第34話 二人目
「ちょっと待ってて。美卯ちゃん、連れてくるね」
「あぁ、わかった」
スマートフォンで桜場美卯に連絡を取ったのだろう。色々と操作をした後、華梨は校舎に戻っていった。1人で待たされることに。腕を組んで、壁に背をもたれさせて帰りを待つ。校舎の影で薄暗くなっている場所に、部活で練習をしている生徒たちの元気な声が響いてくる。あと、どれくらい待てばいいのか。
「オイ。一体、どこに連れて行く気だ華梨!」
「お待たせ」
「ん? 誰か居るのか」
怒りを帯びたような女子の声が聞こえてきた。そして、華梨の声。ちゃんと、桜場美卯を連れてきたらしい。
「……ッ! お前は」
「どうも。中井祐一です」
仮面を被った俺の顔を見た瞬間、華梨が連れてきた女子生徒は驚いたような表情を浮かべていた。彼女が、桜場美卯なのだろう。黒髪でメガネを掛けた知的な女性だ。華梨は、彼女のことを優等生と言っていたか。そのイメージする通りの女性だった。
ただし、見た目とは裏腹に口が少々悪いようだ。
「なんで、コイツがココにいる? 何が目的だ?」
俺と華梨を交互に見ながら、目的を問いただそうとする桜場さん。何故か俺は憎むような視線を向けられる。彼女に何かしてしまったのだろうか。覚えが無いが。

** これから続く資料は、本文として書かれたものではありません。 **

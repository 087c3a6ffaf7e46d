import { Menu, MenuItem } from '#client/components/ui/menu.tsx';
import type { MaterialDto } from '#shared/schemas/material.ts';

/** What can be done with a row; a visitor only reads. */
export interface MaterialActions {
  onEdit: (row: MaterialDto) => void;
  onDelete: (row: MaterialDto) => void;
  /** Begins a row of one's own with the same figures. */
  onCopy?: ((row: MaterialDto) => void) | undefined;
  onUses?: ((row: MaterialDto) => void) | undefined;
}

export function MaterialMenu({ row, onEdit, onDelete, onCopy }: MaterialActions & { row: MaterialDto }) {
  if (!onCopy && !row.can.edit && !row.can.delete) return null;
  return (
    <Menu
      trigger={
        <button
          type="button"
          aria-label={`Actions for ${row.name}`}
          className="inline-grid size-row place-items-center rounded-md text-graphite hover:bg-ink-wash hover:text-ink"
        >
          <svg viewBox="0 0 16 4" width="16" height="4" aria-hidden="true" fill="currentColor">
            <circle cx="2" cy="2" r="1.6" />
            <circle cx="8" cy="2" r="1.6" />
            <circle cx="14" cy="2" r="1.6" />
          </svg>
        </button>
      }
    >
      {row.can.edit && <MenuItem onSelect={() => onEdit(row)}>Edit …</MenuItem>}
      {onCopy && <MenuItem onSelect={() => onCopy(row)}>Copy as my own …</MenuItem>}
      {row.can.delete && (
        <MenuItem danger onSelect={() => onDelete(row)}>
          Delete …
        </MenuItem>
      )}
    </Menu>
  );
}
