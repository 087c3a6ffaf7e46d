import { promisify } from 'node:util';
import { gzip } from 'node:zlib';
import type { Response } from 'express';

const pack = promisify(gzip);

/** Below this packing saves nothing. */
const WORTH_PACKING = 1_024;

export const takesGzip = ({ req }: Response) => req.acceptsEncodings('gzip') === 'gzip';

/** Sends a text, packed where it is long and the asker can unpack it. */
export async function sendText(res: Response, mediaType: string, text: string): Promise<void> {
  const plain = Buffer.from(text);
  res.type(mediaType).vary('Accept-Encoding');
  if (plain.length < WORTH_PACKING || !takesGzip(res)) {
    res.send(plain);
    return;
  }
  const packed = await pack(plain);
  res.set('Content-Encoding', 'gzip').send(packed);
}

「この前、相談したいことがあるって言ってたの覚えてる?」
「ん? あぁ。確か、姉さんに友達のことで聞きたい事があるって。……コイツが、その友達?」
「そう」
とりあえず、華梨に任せて俺は黙っておく。事前に色々と手回しをしてくれていたようなので。
「は? なんで、私がコイツの!」
「あれ? 祐一のこと嫌いなの?」
すごく拒絶されている。何故か俺は桜場さんに、ものすごく嫌われているようだ。でも何故だろう。彼女に嫌われるようなことをした覚えは無いんだけど。関わりも、特に無かったはずだし。

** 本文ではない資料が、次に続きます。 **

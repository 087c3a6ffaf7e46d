import { describe, expect, it } from 'vitest';
import {
  isDirty,
  isSendable,
  reduce,
  saveStateOf,
  startDesk,
  type Desk,
  type DeskEvent,
} from '#client/features/gliders/autosave.ts';
import { keptAt, naming, planNamed } from './plans.ts';

const kept = keptAt(3, planNamed('Plover'));
const edited = (name: string, at = 0): DeskEvent => ({
  type: 'edited',
  recipe: naming(name),
  what: name,
  at,
});
const run = (desk: Desk, ...events: DeskEvent[]) => events.reduce(reduce, desk);
const clean = startDesk(kept, null);
const broken: DeskEvent = {
  type: 'failed',
  passing: true,
  offline: true,
  signedOut: false,
  problem: 'no line',
};
const theirs = keptAt(4, planNamed('Plover, theirs'), 'Odile');

describe('the desk', () => {
  it('is saved until something is changed, and again once that is acknowledged', () => {
    const dirty = run(clean, edited('Plover II'));
    expect([saveStateOf(clean), saveStateOf(dirty)]).toEqual(['saved', 'unsaved']);
    const sent = run(dirty, { type: 'sent' });
    expect(saveStateOf(sent)).toBe('saving');
    const done = run(sent, { type: 'acknowledged', kept: keptAt(4, planNamed('Plover II')) });
    expect([saveStateOf(done), done.base.version]).toEqual(['saved', 4]);
  });

  it('still has to send what was typed while a save was on its way', () => {
    const desk = run(clean, edited('a'), { type: 'sent' }, edited('b', 9000), {
      type: 'acknowledged',
      kept: keptAt(4, planNamed('a')),
    });
    expect(desk.history.present.name).toBe('b');
    expect(isSendable(desk)).toBe(true);
  });

  it('sends nothing that is not valid and keeps the last valid plan for the figures', () => {
    const desk = run(clean, edited(''));
    expect([saveStateOf(desk), isSendable(desk), desk.valid.name]).toEqual(['invalid', false, 'Plover']);
    expect(desk.check.issues.get('name')).toBe('Must not be empty.');
  });

  it('waits on a broken line and is not sendable before a retry', () => {
    const desk = run(clean, edited('a'), { type: 'sent' }, broken);
    expect([saveStateOf(desk), isSendable(desk)]).toEqual(['offline', false]);
    expect(isSendable(run(desk, { type: 'retried' }))).toBe(true);
  });
});

describe('a stale version', () => {
  const conflict = run(
    clean,
    edited('Plover, mine'),
    { type: 'sent' },
    { type: 'outdated', current: theirs },
  );

  it('keeps both states and sends nothing until one is chosen', () => {
    expect([saveStateOf(conflict), isSendable(conflict)]).toEqual(['conflict', false]);
    expect([conflict.history.present.name, conflict.theirs?.plan.name]).toEqual([
      'Plover, mine',
      'Plover, theirs',
    ]);
  });

  it('is settled for mine by sending it over their version', () => {
    const desk = run(conflict, { type: 'keptMine' });
    expect([desk.base.version, desk.history.present.name, isSendable(desk)]).toEqual([
      4,
      'Plover, mine',
      true,
    ]);
  });

  it('is settled for theirs without losing mine, which an undo brings back', () => {
    const desk = run(conflict, { type: 'tookTheirs', at: 0 });
    expect([desk.history.present.name, saveStateOf(desk)]).toEqual(['Plover, theirs', 'saved']);
    expect(run(desk, { type: 'undone' }).history.present.name).toBe('Plover, mine');
  });

  it('is none when it is our own save whose answer was lost', () => {
    const current = keptAt(4, planNamed('a'));
    const desk = run(clean, edited('a'), { type: 'sent' }, broken, edited('b', 9000), {
      type: 'outdated',
      current,
    });
    expect([desk.phase, desk.base.version, desk.history.present.name]).toEqual(['idle', 4, 'b']);
  });
});

describe('news from the server', () => {
  it('are laid on a desk where nothing was changed', () => {
    expect(run(clean, { type: 'refreshed', kept: theirs }).history.present.name).toBe('Plover, theirs');
  });

  it('never replace unsent edits', () => {
    const desk = run(clean, edited('mine'), { type: 'refreshed', kept: theirs });
    expect([desk.history.present.name, desk.base.version]).toEqual(['mine', 3]);
  });
});

describe('opening with unsent edits', () => {
  const draft = { version: 3, plan: planNamed('mine'), sent: null, at: '2026-11-30T11:00:00.000Z' };

  it('puts them back over the version they were made on', () => {
    const desk = startDesk(kept, draft);
    expect([desk.history.present.name, isSendable(desk), desk.restored?.over.name]).toEqual([
      'mine',
      true,
      'Plover',
    ]);
  });

  it('asks when somebody saved in between', () => {
    const desk = startDesk(theirs, draft);
    expect([saveStateOf(desk), desk.history.present.name, desk.theirs?.version]).toEqual([
      'conflict',
      'mine',
      4,
    ]);
  });

  it('does not ask when it was our own save that arrived unnoticed', () => {
    const desk = startDesk(keptAt(4, planNamed('a')), { ...draft, sent: planNamed('a') });
    expect([saveStateOf(desk), desk.base.version]).toEqual(['unsaved', 4]);
  });

  it('forgets them when they have arrived whole', () => {
    const desk = startDesk(keptAt(4, planNamed('mine')), draft);
    expect([isDirty(desk), desk.restored]).toEqual([false, null]);
  });
});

「お、おい。ゆ、祐一、ってコイツのこと下の名前で呼んでんのか」
「うん、そうだよ。って、待って。もしかして、美卯は彼の名前を知ってた……?」
「クウッ……」
華梨に指摘されて、変な声を漏らして面倒くさそうに眉をひそめていた。どうやら図星を突かれたような反応で、不快そうな表情を浮かべている桜場さん。
「ねぇ、なんで?」
「な、なにが……」
「なんで彼の下の名前、知ってたの?」
「う……」
華梨に圧をかけられて居心地が悪そうな桜場さん。俺も蚊帳の外にされて、何だか疎外感を抱いて居心地が悪かった。ちょっと話がズレているような。
「ッ! ……テスト結果の順位表で名前を見てたんだよ」
「テスト? 順位表?」
「そう。コイツが毎回、私の上にランクインするから。めちゃくちゃ嫌な記憶として残ってたんだよ」
「へぇ。そうだったの」
あぁ、そう言えば俺も桜場美卯という名前に見覚えがあったのを、今思い出した。テスト結果の順位表だったのか。
「それで?」
「え?」
「どうして、コイツと仲良くなってんだ?」
「あー、えっと。実は、その事が今回の相談と関係していて……」
「は? どういうことだ」
どう説明するべきだろうか華梨は悩んでいた。なので俺は自分の被っている仮面をトントンと叩いてみせた。これ、外そうか?
「うん、そうだね祐一。彼女に一回、見せてもらえるかな」
「あぁ。分かった」
「あ? 何だ?」
ようやく出番を振られる。もう既に覚悟を決めていた。俺は被っていた仮面に手を添えて、ゆっくりと外した。ちょっと勿体ぶって、素顔を晒す。
「は?」
桜場さんが、口をあんぐりと開けて驚いている。先程の知的な表情から一転して、ものすごく馬鹿っぽい表情だった。